=== Records for processing ===

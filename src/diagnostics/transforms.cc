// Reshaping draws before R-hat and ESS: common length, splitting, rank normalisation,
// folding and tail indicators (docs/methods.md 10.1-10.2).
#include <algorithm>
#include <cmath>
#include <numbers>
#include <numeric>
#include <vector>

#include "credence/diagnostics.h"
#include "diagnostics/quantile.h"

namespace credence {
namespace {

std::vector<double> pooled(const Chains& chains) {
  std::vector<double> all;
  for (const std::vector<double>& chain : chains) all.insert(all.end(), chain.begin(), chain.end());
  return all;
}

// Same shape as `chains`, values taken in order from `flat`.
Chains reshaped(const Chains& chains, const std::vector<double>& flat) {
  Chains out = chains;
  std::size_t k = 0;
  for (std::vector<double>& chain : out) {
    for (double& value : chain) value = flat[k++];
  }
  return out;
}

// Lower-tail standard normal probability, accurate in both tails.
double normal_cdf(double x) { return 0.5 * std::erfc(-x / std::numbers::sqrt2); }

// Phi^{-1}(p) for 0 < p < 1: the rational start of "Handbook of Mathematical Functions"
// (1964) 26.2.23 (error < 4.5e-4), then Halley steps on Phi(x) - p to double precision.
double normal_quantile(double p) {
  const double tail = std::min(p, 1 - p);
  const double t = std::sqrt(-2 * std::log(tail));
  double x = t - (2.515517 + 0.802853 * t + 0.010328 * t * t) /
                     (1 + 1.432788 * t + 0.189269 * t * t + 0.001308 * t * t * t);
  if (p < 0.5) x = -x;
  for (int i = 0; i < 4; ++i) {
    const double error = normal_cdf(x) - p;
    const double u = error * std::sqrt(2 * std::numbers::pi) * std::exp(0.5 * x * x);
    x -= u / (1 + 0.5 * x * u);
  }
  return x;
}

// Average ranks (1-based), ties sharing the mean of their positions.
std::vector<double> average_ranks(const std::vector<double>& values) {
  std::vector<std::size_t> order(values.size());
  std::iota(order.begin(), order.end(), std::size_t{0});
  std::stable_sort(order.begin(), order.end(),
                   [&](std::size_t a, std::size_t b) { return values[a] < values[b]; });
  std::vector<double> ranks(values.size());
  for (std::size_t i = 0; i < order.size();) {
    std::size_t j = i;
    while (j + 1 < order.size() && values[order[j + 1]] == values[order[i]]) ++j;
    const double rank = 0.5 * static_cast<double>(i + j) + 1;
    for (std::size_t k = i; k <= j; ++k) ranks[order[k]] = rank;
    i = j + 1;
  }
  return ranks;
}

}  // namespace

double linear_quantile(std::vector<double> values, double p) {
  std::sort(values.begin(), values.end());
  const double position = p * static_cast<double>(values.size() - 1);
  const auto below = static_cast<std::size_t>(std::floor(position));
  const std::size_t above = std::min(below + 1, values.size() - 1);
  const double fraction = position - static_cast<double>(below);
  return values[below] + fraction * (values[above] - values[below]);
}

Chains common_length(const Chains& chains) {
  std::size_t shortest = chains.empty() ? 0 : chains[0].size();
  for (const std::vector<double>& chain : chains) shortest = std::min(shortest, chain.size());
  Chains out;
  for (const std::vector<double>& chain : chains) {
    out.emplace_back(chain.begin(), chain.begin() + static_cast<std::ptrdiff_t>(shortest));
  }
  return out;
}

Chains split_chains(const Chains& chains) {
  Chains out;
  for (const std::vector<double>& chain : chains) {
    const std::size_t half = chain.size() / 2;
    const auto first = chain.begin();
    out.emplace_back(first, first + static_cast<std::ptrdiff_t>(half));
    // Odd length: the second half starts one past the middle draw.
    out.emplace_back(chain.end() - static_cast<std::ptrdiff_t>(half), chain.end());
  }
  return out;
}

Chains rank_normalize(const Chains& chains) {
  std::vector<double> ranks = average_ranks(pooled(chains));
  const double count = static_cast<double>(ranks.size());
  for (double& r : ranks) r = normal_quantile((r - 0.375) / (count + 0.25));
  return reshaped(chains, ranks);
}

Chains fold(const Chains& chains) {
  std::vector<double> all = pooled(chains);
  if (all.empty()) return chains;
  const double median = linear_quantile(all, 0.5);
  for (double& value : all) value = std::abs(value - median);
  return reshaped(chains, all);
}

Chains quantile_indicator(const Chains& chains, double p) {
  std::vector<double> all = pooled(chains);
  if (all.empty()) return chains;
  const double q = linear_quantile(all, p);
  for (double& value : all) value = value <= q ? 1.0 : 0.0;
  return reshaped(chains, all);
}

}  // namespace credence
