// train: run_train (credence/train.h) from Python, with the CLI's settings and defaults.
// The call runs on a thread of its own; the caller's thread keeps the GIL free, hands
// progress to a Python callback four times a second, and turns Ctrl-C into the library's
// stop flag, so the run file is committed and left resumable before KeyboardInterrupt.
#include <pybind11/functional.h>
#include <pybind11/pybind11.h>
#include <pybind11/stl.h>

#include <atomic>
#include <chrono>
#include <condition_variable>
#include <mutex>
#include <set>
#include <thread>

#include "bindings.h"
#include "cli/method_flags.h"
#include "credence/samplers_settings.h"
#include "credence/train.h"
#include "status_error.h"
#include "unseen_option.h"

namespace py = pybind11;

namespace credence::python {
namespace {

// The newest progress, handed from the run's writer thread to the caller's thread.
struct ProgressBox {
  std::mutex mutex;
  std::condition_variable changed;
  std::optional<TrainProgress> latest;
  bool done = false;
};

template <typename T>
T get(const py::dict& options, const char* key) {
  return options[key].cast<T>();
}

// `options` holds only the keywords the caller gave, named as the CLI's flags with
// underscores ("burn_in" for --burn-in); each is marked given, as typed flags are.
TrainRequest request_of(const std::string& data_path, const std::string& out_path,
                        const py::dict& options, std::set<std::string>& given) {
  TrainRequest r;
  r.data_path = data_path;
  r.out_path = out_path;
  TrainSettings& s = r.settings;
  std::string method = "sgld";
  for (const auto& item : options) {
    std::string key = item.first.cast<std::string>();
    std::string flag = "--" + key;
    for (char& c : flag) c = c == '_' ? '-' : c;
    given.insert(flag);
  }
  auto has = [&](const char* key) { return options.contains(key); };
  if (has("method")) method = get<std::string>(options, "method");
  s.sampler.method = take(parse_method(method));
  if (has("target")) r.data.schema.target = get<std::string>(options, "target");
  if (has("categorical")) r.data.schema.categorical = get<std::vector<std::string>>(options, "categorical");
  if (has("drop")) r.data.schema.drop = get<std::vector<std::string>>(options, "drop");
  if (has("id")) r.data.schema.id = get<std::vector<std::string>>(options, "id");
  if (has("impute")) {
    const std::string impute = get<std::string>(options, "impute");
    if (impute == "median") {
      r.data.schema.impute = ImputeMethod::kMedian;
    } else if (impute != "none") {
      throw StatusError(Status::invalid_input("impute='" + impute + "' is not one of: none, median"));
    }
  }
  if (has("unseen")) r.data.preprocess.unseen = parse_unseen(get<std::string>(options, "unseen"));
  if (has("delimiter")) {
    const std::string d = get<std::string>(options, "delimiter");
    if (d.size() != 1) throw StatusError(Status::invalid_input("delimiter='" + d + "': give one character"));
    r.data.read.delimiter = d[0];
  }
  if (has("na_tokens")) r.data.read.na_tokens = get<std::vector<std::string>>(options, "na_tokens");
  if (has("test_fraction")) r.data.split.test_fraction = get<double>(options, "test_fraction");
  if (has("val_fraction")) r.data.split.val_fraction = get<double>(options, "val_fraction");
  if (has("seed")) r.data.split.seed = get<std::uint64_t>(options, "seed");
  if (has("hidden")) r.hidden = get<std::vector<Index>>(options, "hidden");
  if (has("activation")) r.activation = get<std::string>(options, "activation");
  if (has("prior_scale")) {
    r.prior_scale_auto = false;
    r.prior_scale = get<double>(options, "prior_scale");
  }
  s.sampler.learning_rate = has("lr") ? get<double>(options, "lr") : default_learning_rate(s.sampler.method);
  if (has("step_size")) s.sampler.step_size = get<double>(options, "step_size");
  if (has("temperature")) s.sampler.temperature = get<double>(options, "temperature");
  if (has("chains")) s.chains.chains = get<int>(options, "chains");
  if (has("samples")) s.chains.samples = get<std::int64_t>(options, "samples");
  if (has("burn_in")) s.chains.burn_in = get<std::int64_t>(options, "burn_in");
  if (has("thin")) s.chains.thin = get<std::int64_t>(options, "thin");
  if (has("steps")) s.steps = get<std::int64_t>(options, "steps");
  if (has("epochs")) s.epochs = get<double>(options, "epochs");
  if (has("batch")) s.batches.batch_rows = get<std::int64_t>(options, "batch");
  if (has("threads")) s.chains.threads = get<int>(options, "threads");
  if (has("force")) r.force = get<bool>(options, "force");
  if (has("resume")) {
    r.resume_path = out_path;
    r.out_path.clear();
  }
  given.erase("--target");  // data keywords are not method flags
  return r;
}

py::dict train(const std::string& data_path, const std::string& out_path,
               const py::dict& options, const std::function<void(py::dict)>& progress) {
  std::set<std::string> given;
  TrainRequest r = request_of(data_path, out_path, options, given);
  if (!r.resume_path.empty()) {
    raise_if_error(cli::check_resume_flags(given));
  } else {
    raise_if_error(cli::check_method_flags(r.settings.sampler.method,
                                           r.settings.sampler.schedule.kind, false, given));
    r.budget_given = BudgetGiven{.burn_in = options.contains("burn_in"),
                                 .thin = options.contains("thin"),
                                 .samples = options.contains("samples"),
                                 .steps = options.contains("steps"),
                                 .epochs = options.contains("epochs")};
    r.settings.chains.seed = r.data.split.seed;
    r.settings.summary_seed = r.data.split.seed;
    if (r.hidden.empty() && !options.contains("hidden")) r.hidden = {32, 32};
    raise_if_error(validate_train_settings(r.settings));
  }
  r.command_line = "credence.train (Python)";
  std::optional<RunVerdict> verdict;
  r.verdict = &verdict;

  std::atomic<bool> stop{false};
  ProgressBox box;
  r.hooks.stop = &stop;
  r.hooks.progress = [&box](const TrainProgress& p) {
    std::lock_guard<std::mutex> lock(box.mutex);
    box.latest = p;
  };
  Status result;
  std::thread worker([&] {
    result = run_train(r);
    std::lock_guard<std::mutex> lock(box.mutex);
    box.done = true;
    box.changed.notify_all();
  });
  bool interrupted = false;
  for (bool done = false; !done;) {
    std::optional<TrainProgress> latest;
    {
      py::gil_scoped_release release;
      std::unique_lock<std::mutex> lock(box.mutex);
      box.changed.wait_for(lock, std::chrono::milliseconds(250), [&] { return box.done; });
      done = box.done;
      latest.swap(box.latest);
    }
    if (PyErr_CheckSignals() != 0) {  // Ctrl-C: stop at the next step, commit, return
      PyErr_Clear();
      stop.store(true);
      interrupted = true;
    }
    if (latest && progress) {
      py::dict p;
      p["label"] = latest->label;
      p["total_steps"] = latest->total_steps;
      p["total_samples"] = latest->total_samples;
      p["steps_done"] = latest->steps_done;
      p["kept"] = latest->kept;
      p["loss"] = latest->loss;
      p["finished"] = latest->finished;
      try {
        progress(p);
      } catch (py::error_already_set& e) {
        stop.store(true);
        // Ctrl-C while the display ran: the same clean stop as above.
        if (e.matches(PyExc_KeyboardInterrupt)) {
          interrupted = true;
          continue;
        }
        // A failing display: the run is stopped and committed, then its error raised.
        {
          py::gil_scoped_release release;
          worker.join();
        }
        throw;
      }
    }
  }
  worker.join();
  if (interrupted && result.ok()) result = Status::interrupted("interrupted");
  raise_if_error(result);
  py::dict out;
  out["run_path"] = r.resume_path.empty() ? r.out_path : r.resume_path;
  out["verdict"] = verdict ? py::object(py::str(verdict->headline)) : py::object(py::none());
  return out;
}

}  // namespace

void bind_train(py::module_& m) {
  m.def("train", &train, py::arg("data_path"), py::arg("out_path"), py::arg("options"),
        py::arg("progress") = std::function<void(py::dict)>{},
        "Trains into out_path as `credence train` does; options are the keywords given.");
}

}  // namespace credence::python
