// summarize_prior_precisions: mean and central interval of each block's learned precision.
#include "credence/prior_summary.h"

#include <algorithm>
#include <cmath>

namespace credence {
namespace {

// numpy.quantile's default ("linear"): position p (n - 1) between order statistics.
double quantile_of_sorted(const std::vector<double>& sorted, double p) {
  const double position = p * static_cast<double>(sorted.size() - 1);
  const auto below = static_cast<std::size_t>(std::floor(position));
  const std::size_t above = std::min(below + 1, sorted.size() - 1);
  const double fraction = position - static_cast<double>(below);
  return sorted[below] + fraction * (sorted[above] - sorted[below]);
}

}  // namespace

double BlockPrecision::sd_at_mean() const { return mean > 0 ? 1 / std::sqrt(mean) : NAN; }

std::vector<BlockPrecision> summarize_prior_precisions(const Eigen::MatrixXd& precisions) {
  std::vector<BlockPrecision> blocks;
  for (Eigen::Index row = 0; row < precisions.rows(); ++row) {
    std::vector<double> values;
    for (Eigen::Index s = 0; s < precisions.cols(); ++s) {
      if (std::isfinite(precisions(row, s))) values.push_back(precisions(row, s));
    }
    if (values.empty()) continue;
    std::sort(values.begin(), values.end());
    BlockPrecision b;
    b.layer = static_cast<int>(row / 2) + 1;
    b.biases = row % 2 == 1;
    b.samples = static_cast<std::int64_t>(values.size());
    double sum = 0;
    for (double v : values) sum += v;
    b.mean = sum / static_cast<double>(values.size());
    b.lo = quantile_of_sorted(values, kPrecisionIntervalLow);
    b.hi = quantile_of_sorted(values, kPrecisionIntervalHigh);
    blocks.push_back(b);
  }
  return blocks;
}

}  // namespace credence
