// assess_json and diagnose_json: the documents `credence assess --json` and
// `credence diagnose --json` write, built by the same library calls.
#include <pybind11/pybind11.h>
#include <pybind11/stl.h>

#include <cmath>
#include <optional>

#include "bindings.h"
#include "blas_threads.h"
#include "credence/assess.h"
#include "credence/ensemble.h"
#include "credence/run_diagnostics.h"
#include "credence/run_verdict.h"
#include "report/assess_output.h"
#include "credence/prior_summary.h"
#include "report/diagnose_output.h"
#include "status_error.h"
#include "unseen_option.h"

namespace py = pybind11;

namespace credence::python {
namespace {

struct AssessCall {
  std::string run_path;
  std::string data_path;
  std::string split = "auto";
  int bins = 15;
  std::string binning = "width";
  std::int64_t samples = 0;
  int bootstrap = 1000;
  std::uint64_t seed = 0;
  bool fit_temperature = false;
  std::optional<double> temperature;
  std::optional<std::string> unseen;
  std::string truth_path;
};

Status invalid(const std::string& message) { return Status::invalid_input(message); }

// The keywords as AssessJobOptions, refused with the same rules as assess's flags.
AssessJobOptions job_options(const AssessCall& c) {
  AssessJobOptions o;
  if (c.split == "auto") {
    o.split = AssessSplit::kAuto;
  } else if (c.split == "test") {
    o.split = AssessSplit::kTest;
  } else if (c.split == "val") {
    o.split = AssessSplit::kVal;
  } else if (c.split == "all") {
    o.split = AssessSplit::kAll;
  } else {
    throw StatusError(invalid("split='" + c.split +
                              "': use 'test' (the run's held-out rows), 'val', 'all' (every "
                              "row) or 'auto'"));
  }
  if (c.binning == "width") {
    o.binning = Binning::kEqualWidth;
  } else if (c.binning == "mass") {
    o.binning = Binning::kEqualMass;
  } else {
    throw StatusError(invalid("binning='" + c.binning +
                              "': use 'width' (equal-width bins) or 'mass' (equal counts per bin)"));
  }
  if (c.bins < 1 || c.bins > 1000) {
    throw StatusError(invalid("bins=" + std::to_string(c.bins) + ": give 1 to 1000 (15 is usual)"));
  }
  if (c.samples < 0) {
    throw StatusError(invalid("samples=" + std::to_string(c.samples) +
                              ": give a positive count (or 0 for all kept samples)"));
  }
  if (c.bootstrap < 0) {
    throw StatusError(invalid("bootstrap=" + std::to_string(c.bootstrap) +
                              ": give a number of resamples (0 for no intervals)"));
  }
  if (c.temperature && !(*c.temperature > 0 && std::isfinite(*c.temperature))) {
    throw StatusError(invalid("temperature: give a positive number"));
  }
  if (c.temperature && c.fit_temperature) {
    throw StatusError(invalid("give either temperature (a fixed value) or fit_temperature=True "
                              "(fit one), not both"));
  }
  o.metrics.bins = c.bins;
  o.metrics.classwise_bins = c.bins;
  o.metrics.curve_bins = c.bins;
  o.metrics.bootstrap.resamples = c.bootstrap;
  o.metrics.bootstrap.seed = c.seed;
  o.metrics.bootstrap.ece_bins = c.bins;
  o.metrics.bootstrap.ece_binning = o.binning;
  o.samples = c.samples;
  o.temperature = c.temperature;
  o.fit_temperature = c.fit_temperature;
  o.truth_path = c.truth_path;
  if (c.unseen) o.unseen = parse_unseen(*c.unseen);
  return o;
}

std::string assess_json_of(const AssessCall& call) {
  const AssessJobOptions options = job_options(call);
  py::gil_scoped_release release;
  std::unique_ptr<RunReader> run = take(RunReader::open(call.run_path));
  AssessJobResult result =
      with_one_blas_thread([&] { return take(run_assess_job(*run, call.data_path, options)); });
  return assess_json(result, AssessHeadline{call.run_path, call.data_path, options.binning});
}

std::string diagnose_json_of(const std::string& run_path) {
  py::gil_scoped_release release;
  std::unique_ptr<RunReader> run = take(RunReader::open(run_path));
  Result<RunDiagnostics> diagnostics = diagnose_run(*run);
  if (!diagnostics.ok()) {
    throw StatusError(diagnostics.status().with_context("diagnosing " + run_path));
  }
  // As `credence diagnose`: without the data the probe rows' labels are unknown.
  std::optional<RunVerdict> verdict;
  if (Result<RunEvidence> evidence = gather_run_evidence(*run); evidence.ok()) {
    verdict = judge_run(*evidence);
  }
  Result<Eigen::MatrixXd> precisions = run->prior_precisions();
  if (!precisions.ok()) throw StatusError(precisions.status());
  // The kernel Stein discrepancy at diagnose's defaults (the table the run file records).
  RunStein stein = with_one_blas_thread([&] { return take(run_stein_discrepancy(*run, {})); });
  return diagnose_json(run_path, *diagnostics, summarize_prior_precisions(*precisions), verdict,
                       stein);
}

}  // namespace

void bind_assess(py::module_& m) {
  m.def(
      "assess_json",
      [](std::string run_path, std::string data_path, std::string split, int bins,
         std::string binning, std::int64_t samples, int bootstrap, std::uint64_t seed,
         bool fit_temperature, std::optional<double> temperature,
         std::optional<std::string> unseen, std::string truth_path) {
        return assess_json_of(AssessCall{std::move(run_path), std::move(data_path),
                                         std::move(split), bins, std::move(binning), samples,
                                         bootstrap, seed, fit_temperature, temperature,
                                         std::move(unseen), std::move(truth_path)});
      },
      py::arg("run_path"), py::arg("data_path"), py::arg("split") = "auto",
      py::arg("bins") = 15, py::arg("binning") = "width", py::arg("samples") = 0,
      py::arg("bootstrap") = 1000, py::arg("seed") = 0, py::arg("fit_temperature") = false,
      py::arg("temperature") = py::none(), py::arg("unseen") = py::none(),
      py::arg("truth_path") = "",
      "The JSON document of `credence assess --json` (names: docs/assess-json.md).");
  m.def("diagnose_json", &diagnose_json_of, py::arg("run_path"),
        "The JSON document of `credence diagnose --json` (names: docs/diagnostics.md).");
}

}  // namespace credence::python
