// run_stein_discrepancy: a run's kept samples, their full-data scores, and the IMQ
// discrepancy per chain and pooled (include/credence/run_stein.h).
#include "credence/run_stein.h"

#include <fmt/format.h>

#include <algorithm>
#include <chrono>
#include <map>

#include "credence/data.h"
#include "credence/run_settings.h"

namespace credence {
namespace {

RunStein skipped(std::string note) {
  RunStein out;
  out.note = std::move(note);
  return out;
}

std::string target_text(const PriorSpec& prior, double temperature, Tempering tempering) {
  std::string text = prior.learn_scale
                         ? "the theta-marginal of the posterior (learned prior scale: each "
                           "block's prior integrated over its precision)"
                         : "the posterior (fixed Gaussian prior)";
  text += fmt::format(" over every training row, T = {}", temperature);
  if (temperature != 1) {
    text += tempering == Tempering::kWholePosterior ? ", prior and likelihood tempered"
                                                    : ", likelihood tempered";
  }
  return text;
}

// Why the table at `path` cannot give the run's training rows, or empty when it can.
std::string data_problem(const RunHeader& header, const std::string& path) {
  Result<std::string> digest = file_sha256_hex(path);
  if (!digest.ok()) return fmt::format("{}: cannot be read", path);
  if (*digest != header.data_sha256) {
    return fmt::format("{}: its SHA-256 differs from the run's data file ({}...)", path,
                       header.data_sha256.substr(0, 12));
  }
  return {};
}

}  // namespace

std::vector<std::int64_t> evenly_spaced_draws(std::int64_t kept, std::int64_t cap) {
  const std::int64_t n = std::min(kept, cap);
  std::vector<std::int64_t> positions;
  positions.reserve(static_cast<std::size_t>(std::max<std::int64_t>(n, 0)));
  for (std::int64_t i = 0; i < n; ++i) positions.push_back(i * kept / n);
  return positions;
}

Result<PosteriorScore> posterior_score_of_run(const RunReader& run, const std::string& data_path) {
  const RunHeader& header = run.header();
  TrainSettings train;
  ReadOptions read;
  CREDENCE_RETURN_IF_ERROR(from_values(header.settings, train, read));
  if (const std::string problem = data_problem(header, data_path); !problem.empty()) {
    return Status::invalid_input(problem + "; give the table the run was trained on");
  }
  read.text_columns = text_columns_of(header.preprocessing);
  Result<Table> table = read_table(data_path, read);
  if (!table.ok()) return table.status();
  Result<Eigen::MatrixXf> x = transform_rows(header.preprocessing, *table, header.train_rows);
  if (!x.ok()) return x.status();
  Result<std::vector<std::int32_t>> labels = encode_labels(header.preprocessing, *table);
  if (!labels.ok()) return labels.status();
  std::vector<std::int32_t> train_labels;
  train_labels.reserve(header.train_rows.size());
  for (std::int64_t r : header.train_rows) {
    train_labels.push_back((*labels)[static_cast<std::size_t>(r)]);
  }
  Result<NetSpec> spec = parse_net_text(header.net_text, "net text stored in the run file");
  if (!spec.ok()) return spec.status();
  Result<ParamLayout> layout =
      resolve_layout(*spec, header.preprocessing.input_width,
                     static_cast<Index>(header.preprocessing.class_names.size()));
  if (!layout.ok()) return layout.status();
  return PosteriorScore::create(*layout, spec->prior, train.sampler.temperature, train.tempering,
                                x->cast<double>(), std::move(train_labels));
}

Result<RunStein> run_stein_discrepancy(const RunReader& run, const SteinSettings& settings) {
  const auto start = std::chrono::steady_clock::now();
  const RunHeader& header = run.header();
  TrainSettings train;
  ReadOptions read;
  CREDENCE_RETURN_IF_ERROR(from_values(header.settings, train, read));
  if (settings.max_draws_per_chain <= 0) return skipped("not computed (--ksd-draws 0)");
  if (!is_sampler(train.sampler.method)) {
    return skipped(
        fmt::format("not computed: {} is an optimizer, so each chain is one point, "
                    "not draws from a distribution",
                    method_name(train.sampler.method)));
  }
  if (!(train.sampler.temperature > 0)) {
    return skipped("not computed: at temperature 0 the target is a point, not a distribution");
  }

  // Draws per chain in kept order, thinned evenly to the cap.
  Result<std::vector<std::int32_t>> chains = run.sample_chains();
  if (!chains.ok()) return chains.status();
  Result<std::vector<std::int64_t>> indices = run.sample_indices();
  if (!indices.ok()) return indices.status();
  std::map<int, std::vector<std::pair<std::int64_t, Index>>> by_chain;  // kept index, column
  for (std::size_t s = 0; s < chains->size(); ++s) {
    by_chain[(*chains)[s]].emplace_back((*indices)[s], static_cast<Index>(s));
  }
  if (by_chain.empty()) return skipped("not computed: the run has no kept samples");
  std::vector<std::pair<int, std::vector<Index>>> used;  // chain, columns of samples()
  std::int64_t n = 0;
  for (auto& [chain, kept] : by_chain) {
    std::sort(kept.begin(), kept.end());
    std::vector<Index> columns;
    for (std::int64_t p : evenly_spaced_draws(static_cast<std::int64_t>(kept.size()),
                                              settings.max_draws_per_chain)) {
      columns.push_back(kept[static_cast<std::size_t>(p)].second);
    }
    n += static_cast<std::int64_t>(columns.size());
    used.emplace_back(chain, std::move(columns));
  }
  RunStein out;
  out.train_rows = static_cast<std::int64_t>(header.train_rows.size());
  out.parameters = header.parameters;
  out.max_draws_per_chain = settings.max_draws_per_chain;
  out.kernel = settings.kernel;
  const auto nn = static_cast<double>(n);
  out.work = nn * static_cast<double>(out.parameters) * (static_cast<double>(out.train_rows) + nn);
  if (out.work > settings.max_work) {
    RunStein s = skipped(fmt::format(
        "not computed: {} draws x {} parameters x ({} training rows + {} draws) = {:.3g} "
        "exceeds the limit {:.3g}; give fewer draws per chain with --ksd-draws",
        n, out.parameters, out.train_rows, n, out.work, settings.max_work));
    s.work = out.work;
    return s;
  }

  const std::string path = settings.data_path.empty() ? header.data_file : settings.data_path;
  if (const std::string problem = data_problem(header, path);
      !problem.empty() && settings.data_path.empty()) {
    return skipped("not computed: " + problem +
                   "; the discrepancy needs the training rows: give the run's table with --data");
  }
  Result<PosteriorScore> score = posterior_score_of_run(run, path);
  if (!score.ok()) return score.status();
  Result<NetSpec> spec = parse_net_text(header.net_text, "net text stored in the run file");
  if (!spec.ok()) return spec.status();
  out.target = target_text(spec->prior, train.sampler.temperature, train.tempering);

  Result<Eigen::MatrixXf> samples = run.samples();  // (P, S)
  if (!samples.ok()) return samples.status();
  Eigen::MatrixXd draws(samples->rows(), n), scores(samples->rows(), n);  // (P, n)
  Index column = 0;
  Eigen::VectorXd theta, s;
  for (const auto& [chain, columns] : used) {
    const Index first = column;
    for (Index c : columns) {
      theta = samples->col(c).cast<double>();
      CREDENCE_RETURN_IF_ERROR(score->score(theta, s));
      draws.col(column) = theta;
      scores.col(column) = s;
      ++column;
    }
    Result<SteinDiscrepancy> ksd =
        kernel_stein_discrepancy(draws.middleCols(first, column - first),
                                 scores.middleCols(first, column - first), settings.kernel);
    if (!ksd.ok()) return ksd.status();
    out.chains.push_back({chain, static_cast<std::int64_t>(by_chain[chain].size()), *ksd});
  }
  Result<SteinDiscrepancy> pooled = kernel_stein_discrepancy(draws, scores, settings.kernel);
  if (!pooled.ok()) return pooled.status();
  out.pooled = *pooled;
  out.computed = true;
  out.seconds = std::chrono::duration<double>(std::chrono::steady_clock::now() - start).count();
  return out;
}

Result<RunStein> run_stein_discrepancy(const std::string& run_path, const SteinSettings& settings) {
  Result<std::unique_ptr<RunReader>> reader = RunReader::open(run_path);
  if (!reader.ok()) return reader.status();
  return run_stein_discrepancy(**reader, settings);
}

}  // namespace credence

===

__Work request__
Counting only lines that contain the word "empty", state how many appear in the entries, and add nothing.

__Answer to the problem__
12